What further differentiates FIMECS is the fact that it has proprietary First-in-Class programs in particular pseudokinases. For example, the most advanced program, IRAK-M degrader, which is in the pre-clinical stage, has an important role in tightly controlling innate immune responsiveness to preserve homeostasis, mediating immune tolerance, and acts as a negative feedback regulator of TLR/IL-1R signaling pathway. Targeting IRAK-M, which expression is restricted to myeloid cells, would be potentially limiting adverse events against non-target tissues. “From supporting evidence for the role of IRAK-M in the innate immunosuppressive capacity of myeloid cells, we have developed compounds targeting IRAK-M as an effective cancer-immunotherapy strategy,” mentions Kanae Gamo, Vice President Biology and co-founder, of FIMECS. Further, the IRAK-M program for immune-oncology uses Target Product Profile(TPP) is an injected administration (e.g., i.v. or s.c.) to strictly manage Pharmacokinetics (PK) to decrease the on-target toxicity risk. However, TPP of the conventional oncoprotein targets might be oral administration. FIMECS is challenging the current status quo by developing the oral available degraders based on proprietary small molecular weight binders in its upcoming program. And the various processes are summarized in RaPPIDS, which can prepare and evaluate many kinds of non-bias designed degrader molecules selecting the best compound based on actual data including degradation activity and drug-like property such as cellular permeability, metabolic stability, and PK.
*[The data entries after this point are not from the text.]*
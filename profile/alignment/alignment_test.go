package alignment_test

import (
	"encoding/json"
	"math"
	"os"
	"path/filepath"
	"slices"
	"testing"

	"github.com/stretchr/testify/assert"
	"github.com/stretchr/testify/require"
	"pgregory.net/rapid"

	"sagcrest/profile/alignment"
	"sagcrest/profile/station"
)

func lay(t require.TestingT, pi ...alignment.PI) *alignment.Alignment {
	a, found := alignment.New(pi)
	require.Empty(t, found)
	require.NotNil(t, a)
	return a
}

// The end of a clothoid from infinite radius to R after L metres, against the
// Fresnel integrals of SciPy 1.10.1 (x = A√π·C(t), y = A√π·S(t), t = L/(A√π)),
// for L/R up to 3.
func TestClothoidAgainstFresnel(t *testing.T) {
	for _, c := range []struct{ r, l, x, y float64 }{
		{300, 100, 99.722579217827, 5.544542365629},
		{100, 50, 49.688402921479, 4.148102426855},
		{100, 100, 97.528768820034, 16.371404737570},
		{100, 200, 180.904847580054, 62.053660344676},
		{100, 300, 239.177159201371, 127.552552886243},
		{50, 150, 119.588579600686, 63.776276443121},
		{1200, 60, 59.996250108505, 0.499977679015},
	} {
		// A PI that turns by the clothoid's angle and a little more, so that the
		// clothoid stands at the start of the curve.
		turn := c.l/(2*c.r) + 0.2
		a := lay(t,
			alignment.PI{E: 0, N: -2000}, alignment.PI{E: 0, N: 0, Radius: c.r, SpiralIn: c.l},
			alignment.PI{E: 2000 * math.Sin(turn), N: 2000 * math.Cos(turn)})
		e := a.Elements()[1]
		require.Equal(t, alignment.Clothoid, e.Kind)
		p := a.At(e.Over.To).XY
		assert.InDelta(t, c.y, p[0]-e.Start[0], 1e-9, "R %v L %v", c.r, c.l)
		assert.InDelta(t, c.x, p[1]-e.Start[1], 1e-9, "R %v L %v", c.r, c.l)
	}
}

// drawn makes a random alignment of bends to either side that fits: tangents of
// 400 m carry curves of at most 30 degrees.
func drawn(t *rapid.T) []alignment.PI {
	out := []alignment.PI{{E: 4.7e5, N: 5.3e6}}
	az := rapid.Float64Range(0, 2*math.Pi).Draw(t, "azimuth")
	for i := range rapid.IntRange(1, 4).Draw(t, "bends") {
		last := out[len(out)-1]
		p := alignment.PI{E: last.E + 400*math.Sin(az), N: last.N + 400*math.Cos(az)}
		p.Radius = rapid.Float64Range(150, 400).Draw(t, "radius")
		p.SpiralIn = rapid.SampledFrom([]float64{0, 30, 45}).Draw(t, "in")
		p.SpiralOut = rapid.SampledFrom([]float64{0, 30, 60}).Draw(t, "out")
		turn := rapid.Float64Range(0.4, 0.52).Draw(t, "turn")
		if i%2 == 1 {
			turn = -turn
		}
		az += turn
		out = append(out, p)
	}
	last := out[len(out)-1]
	return append(out, alignment.PI{E: last.E + 400*math.Sin(az), N: last.N + 400*math.Cos(az)})
}

// Laws of any alignment: elements follow each other without step, kink or (at a
// clothoid) jump of curvature; the end is the last PI; station → x,y → station
// closes to 1e-9 m.
func TestLaws(t *testing.T) {
	rapid.Check(t, func(t *rapid.T) {
		pi := drawn(t)
		a := lay(t, pi...)
		es := a.Elements()
		for i := 1; i < len(es); i++ {
			before, after := a.At(es[i].Over.From-1e-7), a.At(es[i].Over.From)
			assert.InDelta(t, before.XY[0], after.XY[0], 1e-6)
			assert.InDelta(t, before.XY[1], after.XY[1], 1e-6)
			assert.InDelta(t, 0, math.Remainder(before.Azimuth-after.Azimuth, 2*math.Pi), 1e-8)
			if es[i].Kind == alignment.Clothoid || es[i-1].Kind == alignment.Clothoid {
				assert.InDelta(t, before.Curvature, after.Curvature, 1e-8)
			}
		}
		last := pi[len(pi)-1]
		end := a.At(a.Length()).XY
		assert.InDelta(t, last.E, end[0], 2e-9)
		assert.InDelta(t, last.N, end[1], 2e-9)

		s := station.Station(rapid.Float64Range(0, float64(a.Length())).Draw(t, "s"))
		o := station.Offset(rapid.Float64Range(-60, 60).Draw(t, "o"))
		p := a.Point(s, o)
		gs, g, ok := a.LocateNear(p, s+station.Station(rapid.Float64Range(-20, 20).Draw(t, "hint")))
		require.True(t, ok)
		// Map coordinates of 5e6 m carry 1e-9 m.
		assert.InDelta(t, float64(s), float64(gs), 3e-9)
		assert.InDelta(t, float64(o), float64(g), 3e-9)
		_, nearest, ok := a.Locate(p)
		require.True(t, ok)
		assert.LessOrEqual(t, math.Abs(float64(nearest)), math.Abs(float64(o))+1e-8, "no foot is nearer")
	})
}

// Law: turned round, an alignment has the same length and mirrored offsets.
func TestReversing(t *testing.T) {
	rapid.Check(t, func(t *rapid.T) {
		pi := drawn(t)
		back := slices.Clone(pi)
		slices.Reverse(back)
		for i := range back {
			back[i].SpiralIn, back[i].SpiralOut = back[i].SpiralOut, back[i].SpiralIn
		}
		a, b := lay(t, pi...), lay(t, back...)
		assert.InDelta(t, float64(a.Length()), float64(b.Length()), 1e-8)
		s := station.Station(rapid.Float64Range(0, float64(a.Length())).Draw(t, "s"))
		p, q := a.Point(s, 12), b.Point(a.Length()-s, -12)
		assert.InDelta(t, p[0], q[0], 1e-7)
		assert.InDelta(t, p[1], q[1], 1e-7)
		assert.InDelta(t, a.Curvature(s), -b.Curvature(b.Length()-s), 1e-9)
	})
}

// A plain arc: T = R·tan(Δ/2), L = R·Δ (any surveying text).
func TestArc(t *testing.T) {
	a := lay(t, alignment.PI{N: 0}, alignment.PI{N: 500, Radius: 200}, alignment.PI{N: 500, E: 500})
	r := a.PITable()[0]
	assert.InDelta(t, math.Pi/2, r.Deflection, 1e-12, "right turns are positive")
	assert.InDelta(t, 200, r.TangentIn, 1e-9)
	assert.InDelta(t, 100*math.Pi, r.ArcLength, 1e-9)
	assert.InDelta(t, 200*(math.Sqrt2-1), r.External, 1e-9)
	assert.InDelta(t, 600+100*math.Pi, float64(a.Length()), 1e-9)
	assert.InDelta(t, 1.0/200, a.Curvature(400), 1e-15)
	assert.True(t, a.Straight(station.Interval{From: 0, To: 300}))
	assert.False(t, a.Straight(station.Interval{From: 0, To: 300.1}))

	s, o, ok := a.Locate(a.Point(450, 150))
	require.True(t, ok)
	assert.InDelta(t, 450, float64(s), 1e-9)
	assert.InDelta(t, 150, float64(o), 1e-9)
	_, _, ok = a.Locate([2]float64{0, -1})
	assert.False(t, ok, "before the start")
}

// Beyond its ends the alignment goes on straight.
func TestBeyondTheEnds(t *testing.T) {
	a := lay(t, alignment.PI{N: 0}, alignment.PI{N: 100})
	assert.InDelta(t, -7, a.At(-7).XY[1], 1e-12)
	assert.InDelta(t, 103, a.Point(103, 0)[1], 1e-12)
	assert.Zero(t, a.Curvature(-7))
}

// Lengths of the roads with exact answers beside the project.
func TestClosedRoadLengths(t *testing.T) {
	for _, name := range []string{"pappus_cut_right", "pappus_cut_right_spiral"} {
		path := filepath.Join("..", "..", "..", "shared", "checks", "closed", name+".json")
		text, err := os.ReadFile(path)
		if err != nil {
			if os.Getenv("CI") == "true" {
				t.Fatal(err)
			}
			t.Skipf("%s is missing", path)
		}
		var c struct {
			Spec struct {
				Alignment struct {
					PI []struct{ N, E, Radius, Spiral float64 }
				}
			}
			Exact struct{ Length, Tangent float64 }
		}
		require.NoError(t, json.Unmarshal(text, &c))
		var pi []alignment.PI
		for _, p := range c.Spec.Alignment.PI {
			pi = append(pi, alignment.PI{E: p.E, N: p.N, Radius: p.Radius, SpiralIn: p.Spiral, SpiralOut: p.Spiral})
		}
		a := lay(t, pi...)
		assert.InDelta(t, c.Exact.Length, float64(a.Length()), 1e-9, name)
		assert.InDelta(t, c.Exact.Tangent, a.PITable()[0].TangentIn, 1e-9, name)
	}
}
Among the FIMECS’ recent releases are the launch of cocktail synthesis and evaluation system, as an application of RaPPIDS that can rapidly prepare more than 100,000 degraders as a mixture. The company has also established the system for evaluation cell permeability of mixture of degraders with high sensitivity in collaboration with Axcelead Drug Discovery Partners, Inc. (Kanagawa, Japan). FIMECS can select the promising molecules with better permeability which should be re-synthesized by RaPPIDS.
To simplify the process of drug target identification and validation for degrader modality, FIMECS has been collaborating with Prof. Kanemaki at National Institute of Genetics(Shizuoka, Japan). He has established in vitro Auxin Inducible Degron (AID) technology, which can directly confirm the phenotype based on targeted protein degradation of a degron-fused protein of interest. The collaborative work is to expand in vivo application of AID that will allow FIMECS to prioritize target protein by AID technology in the near future. Finally, FIMECS’ roadmap also includes the expansion of E3 ligase line-up to address many kinds of proteins in collaboration with Academia focusing on tissue-specific E3 ligase.